THE GLUE OF A PEOPLE

Does the insidious erosion of national loyalty in our country really matter? It does, because on a variety of levels patriotism is the only glue that holds a diverse people together, especially during a war. We should remember that a liberal state is rare in civilization’s history. Far more common has been the rule of the tribe or clan, to which individuals proclaim natural allegiance and then do not extend notions of justice to those outside their immediate kin group. In some sense, we have been plagued by just that kind of chaos in the Middle East-among tribal societies bound by first-cousin marriages and religious fanaticism, without any belief that the idea of “Afghanistan” or “Iraq” should transcend more immediate relationships with the family, local mullah, or ethnic enclaves. Contrast that separatism with Italian-, German-, and Japanese-Americans who fought their former fatherlands in World War II, John F. Kennedy’s declaration that his Catholicism was secondary to his Americanism, or the new political career of the immigrant Arnold Schwarzenegger that will put him ideologically at odds with dozens of his own in-laws.
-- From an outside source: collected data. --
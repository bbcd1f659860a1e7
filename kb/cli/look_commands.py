"""`read`, `runs`, `show`, `history`, `lookup`: looking without changing anything."""

from __future__ import annotations

from enum import StrEnum
from typing import Annotated, Optional

import typer

from kb.cli import exit_codes
from kb.cli.session import current_session
from kb.errors import NameUnknown, StructureError
from kb.plain import excerpt

Word = Optional[str]  # noqa: UP045 - typer reads the annotations at run time
LAST_PAGE = 1_000_000


class SortWord(StrEnum):
    """By what `runs` sorts, latest, highest or last first."""

    DATE = "date"
    CODE = "code"
    RECORDED = "recorded"
    YIELD = "yield"
    VERDICT = "verdict"
    PROJECT = "project"
    BY = "by"


def register(app: typer.Typer) -> None:
    """Add the commands of this file."""
    app.command("read")(read)
    app.command("runs")(runs)
    app.command("show")(show)
    app.command("history")(history)
    app.command("lookup")(lookup)


def read(
    scheme: Annotated[Word, typer.Argument(help="Reaction SMILES, a substrate, a name, or a file.")] = None,
    ignore_maps: Annotated[bool, typer.Option("--ignore-maps", help="Read without the atom maps.")] = False,
    batch: Annotated[Word, typer.Option("--batch", metavar="FILE.csv", help="Read a column of schemes.")] = None,
    column: Annotated[Word, typer.Option("--column", metavar="NAME", help="Its heading.")] = None,
) -> int:
    """Say what a scheme does: centre, leaving group, fate, and what else could form."""
    from kb.book import read_scheme, scheme_from_argument
    from kb.cli.render_reading import render_reading

    if (batch is None) == (scheme is None):
        raise typer.BadParameter("Give a scheme, or --batch FILE.csv --column NAME.")
    if (batch is None) != (column is None):
        raise typer.BadParameter("--batch and --column go together.")
    if batch is not None and column is not None:
        return _read_batch(batch, column, ignore_maps=ignore_maps)
    session = current_session()
    try:
        text = scheme_from_argument(scheme or "")
    except StructureError as error:
        session.refuse(read_scheme(scheme or "", ignore_maps=ignore_maps).as_dict(), error)
        return exit_codes.REFUSED
    reading = read_scheme(text, ignore_maps=ignore_maps)
    if not reading.ok:
        session.refuse(reading.as_dict(), StructureError(reading.reason))
        return exit_codes.REFUSED
    session.answer(reading.as_dict(), "" if session.as_json else render_reading(reading))
    return exit_codes.DONE


def _read_batch(path: str, column: str, *, ignore_maps: bool) -> int:
    """Write one JSON line a row, in order, as the rows are read."""
    from kb.book import iter_scheme_column, read_scheme

    session = current_session()
    read_rows = failed = 0
    with session.progress("Reading") as progress:
        for text in iter_scheme_column(path, column):
            if progress.cancelled():
                break
            reading = read_scheme(text, ignore_maps=ignore_maps)
            read_rows += 1
            failed += not reading.ok
            session.print_json(reading.as_dict())
            progress.advance(read_rows, None)
    if failed:
        session.say(f"{failed} of {read_rows} rows could not be read; their lines say why.")
    if progress.stopped:
        session.say(f"Stopped after {read_rows} rows.")
        return exit_codes.INTERRUPTED
    return exit_codes.REFUSED if failed else exit_codes.DONE


def runs(
    limit: Annotated[int, typer.Option(metavar="N", min=1, max=1000, help="Runs on a page.")] = 30,
    page: Annotated[int, typer.Option(metavar="N", min=1, max=LAST_PAGE)] = 1,
    sort: Annotated[SortWord, typer.Option(help="Latest or highest first.")] = SortWord.DATE,
    withdrawn: Annotated[bool, typer.Option("--withdrawn", help="Also the withdrawn ones.")] = False,
) -> None:
    """List the runs of the book."""
    from kb.cli.render_run import render_runs
    from kb.record.portable import run_to_dict

    session = current_session()
    with session.opened(read_only=True) as book:
        got = book.page(offset=(page - 1) * limit, limit=limit, sort=sort.value, withdrawn=withdrawn)
    session.answer(
        {"total": got.total, "page": page, "items": [run_to_dict(r) for r in got.items]},
        render_runs(got.items, got.total, (page - 1) * limit),
    )


def show(code: Annotated[str, typer.Argument(help="The run's code.")]) -> None:
    """Show one run in full."""
    from kb.cli.render_run import render_run
    from kb.record.portable import run_to_dict

    session = current_session()
    with session.opened(read_only=True) as book:
        run = book.get(code)
        reading = "" if session.as_json else book.reading_words(run)
    session.answer(run_to_dict(run), "" if session.as_json else render_run(run, reading))


def history(code: Annotated[str, typer.Argument(help="The run's code.")]) -> None:
    """Show who changed a run, when, why and from what."""
    from kb.cli.render_run import render_history

    session = current_session()
    with session.opened(read_only=True) as book:
        run, entries = book.get(code), book.history_as_dicts(code)
    session.answer({"run": run.code, "history": entries}, render_history(entries))


def lookup(
    name: Annotated[str, typer.Argument(help="Name, abbreviation or SMILES.")],
    kind: Annotated[Word, typer.Option(help="solvent or reagent.")] = None,
) -> int:
    """Look a solvent or reagent up; near names are offered, not taken."""
    from kb.book import lookup_material
    from kb.cli.render_material import render_lookup

    session = current_session()
    found = lookup_material(name, kind)
    if found["match"] is None and not found["offers"] and not found["also"]:
        what = kind or "material"
        error = NameUnknown(f"No {what} is called {excerpt(name, 60)!r}.", "Try another name, or its SMILES.", name)
        session.refuse(found, error)
        return exit_codes.REFUSED
    session.answer(found, render_lookup(found))
    return exit_codes.DONE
The greatest advocates of the liberal state always sought to subordinate familial, ethnic, racial, and geographical loyalties-from the Athenian reformer Cleisthenes, who tried to diminish tribal affiliations at Athens, to our own Founders, who sought to craft government that would transcend the chauvinism of the local clique. To understand why a much smaller, much poorer United States could tragically send thousands to their deaths in the air over Schweinfurt, on the ground at Sugar Loaf Hill, and at sea on creaky tankers in the mid Atlantic-and has worked itself into a near national hysteria over battling enemies in Afghanistan and Iraq far less impressive than the Waffen SS or the kamikazes-we might take note of the last half-century of pernicious ideologies and mentalities that privileged self and tribe over the general interest of the state.

So we have forgotten the tenuousness of our own great experiment: Of all of civilization’s rare nation-states, the United States was by far the most extraordinary and ambitious in its efforts to forge one people from so many diverse backgrounds and heritages. We alone have tried to elevate a common adherence to a constitution and its ideals over primary loyalties to diverse religions, races, and ethnicities-to such a degree that it is impossible to determine how a typical American even looks or worships.

But if we in America-either from the prejudices of the ignorant or the cynicism of the elite and educated-decide that the United States is not, and should not be, different from other countries (and is surely no better), then there is no intrinsic reason why any of us would wish to sacrifice anything on its behalf. And if we feel that our personal rights are exclusively our own, why feel any responsibility to a consensual state that is supposedly neither creator nor guarantor of our freedom? If and when we reach that point of abject cynicism-and many equally impressive consensual societies have, whether Athens in 338 B.C., Rome around the mid-5th century A.D., Venice in the 17th century, or France in spring 1940-then there is also no historical reason why we should continue to exist as a nation. And indeed at that point we will most certainly not.